1960. Jennifer Stirling müsste eigentlich glücklich sein: Sie führt ein sorgloses Leben an der Seite ihres wohlhabenden Mannes. Doch ihr Herz gehört einem anderen – und er bittet sie, alles für ihn aufzugeben.
2003. Ellie Haworth hat ihren Traumjob gefunden: Sie ist Journalistin bei einer der führenden Zeitungen Londons. Eigentlich müsste sie glücklich sein. Doch der Mann, den sie liebt, gehört einer anderen. Eines Tages fällt Ellie im Archiv ein Jahrzehnte alter Brief in die Hände: Der unbekannte Absender bittet seine Geliebte, ihren Ehemann zu verlassen und mit ihm nach New York zu gehen. Als Ellie diese Zeilen liest, ist sie erschüttert. Was ist aus den beiden und ihrer Liebe geworden? Sie stellt Nachforschungen an und stößt auf Jennifer: eine Frau, die alles verloren hat. Alles, außer einer Handvoll kostbarer Worte. Wer die Liebe nicht kennt, kennt nichts. Wer sie hat, hat alles

Meine Meinung:
Mit was für Erwartungen bin ich an diesen Roman herangegangen... "Ein ganzes halbes Jahr" hat mich letztes Jahr total vom Hocker gehauen.
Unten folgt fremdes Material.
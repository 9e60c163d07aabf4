// SPDX-License-Identifier: GPL-3.0-or-later
#include "method/noise_spectrum.h"

#include <algorithm>
#include <cmath>
#include <stdexcept>

#include "signal/fft.h"
#include "signal/window.h"

namespace kneeprint {

NoiseSpectrum::NoiseSpectrum(const Waveform& x, Seconds segment) {
  const std::size_t size = samples_in(segment, x.rate), hop = size / 2;
  if (x.samples.size() < size || hop == 0) {
    throw std::invalid_argument("a noise spectrum needs one whole segment");
  }
  bin_hz_ = x.rate.value() / static_cast<double>(size);
  const std::vector<double> w = sample(window("hann"), size);
  double squares = 0.0;
  for (const double v : w) squares += v * v;
  scale_ = 2.0 / (x.rate.value() * squares);
  density_.assign(size / 2 + 1, 0.0);
  std::vector<double> cut(size);
  for (std::size_t start = 0; start + size <= x.samples.size(); start += hop) {
    for (std::size_t n = 0; n < size; ++n) cut[n] = w[n] * x.samples[start + n];
    spectra_.push_back(forward_fft(cut));
  }
  for (std::size_t k = 0; k < density_.size(); ++k) {
    for (int m = 0; m < segments(); ++m) density_[k] += density(m, k) / segments();
  }
}

double NoiseSpectrum::density(int segment, std::size_t bin) const {
  return scale_ * std::norm(at(segment, bin));
}

double NoiseSpectrum::effective_segments() const {
  const double m = segments();
  return m / (1.0 + 2.0 / 36.0 * (m - 1.0) / m);
}

NoiseSpectrum::Level NoiseSpectrum::around(std::size_t bin, std::size_t nearest,
                                           std::size_t farthest) const {
  std::vector<double> found;
  const auto top = static_cast<long>(bins()) - 2;  // the last bin may be half the rate
  for (const long side : {-1L, 1L}) {
    for (auto away = static_cast<long>(nearest); away <= static_cast<long>(farthest); ++away) {
      if (away == 0 && side > 0) continue;  // the bin itself counts once
      const long k = static_cast<long>(bin) + side * away;
      if (k >= 1 && k <= top) found.push_back(density_[static_cast<std::size_t>(k)]);
    }
  }
  if (found.empty()) return {};
  const auto middle = found.begin() + static_cast<long>(found.size() / 2);
  std::nth_element(found.begin(), middle, found.end());
  // Median over mean of chi-square with 2 M degrees of freedom (Wilson & Hilferty 1931).
  const double dof = 2.0 * effective_segments();
  const double median = std::pow(1.0 - 2.0 / (9.0 * dof), 3.0);
  // A median keeps 2 / pi of the information of Gaussian data (Kendall & Stuart vol. 1, from
  // memory); neighbouring bins of a Hann window share (2/3)^2 of their power's noise, next ones
  // (1/6)^2.
  constexpr double kEfficiency = 0.637, kOwn = 1.0 / (1.0 + 2.0 * (4.0 / 9.0 + 1.0 / 36.0));
  return {*middle / median, kEfficiency * kOwn * dof * static_cast<double>(found.size())};
}

}  // namespace kneeprint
Und auch, wenn es sich hier nicht um eine Fortsetzung handelt, so doch um die gleiche Autorin. Vielleicht lag es an diesen hohen Erwartungen, aber mit diesem Buch bin ich durch Höhen und Tiefen gegangen.

Der Roman spielt in unterschiedlichen Zeiten, wie auch schon der Klappentext verrät. Im Jahr 2003 begibt sich Ellie auf die Suche nach Empfänger und Adressat eines Briefes, der ihr zufällig in die Hände gerät. Diese Handlung fand ich äußerst spannend. Aber ich muss auch gestehen, dass es diese Handlung - im dritten Teil des Romans nach gut der Hälfte der Seiten - war, die mich davon abgehalten hat, das Buch abzubrechen. Ich war nämlich kurz davor.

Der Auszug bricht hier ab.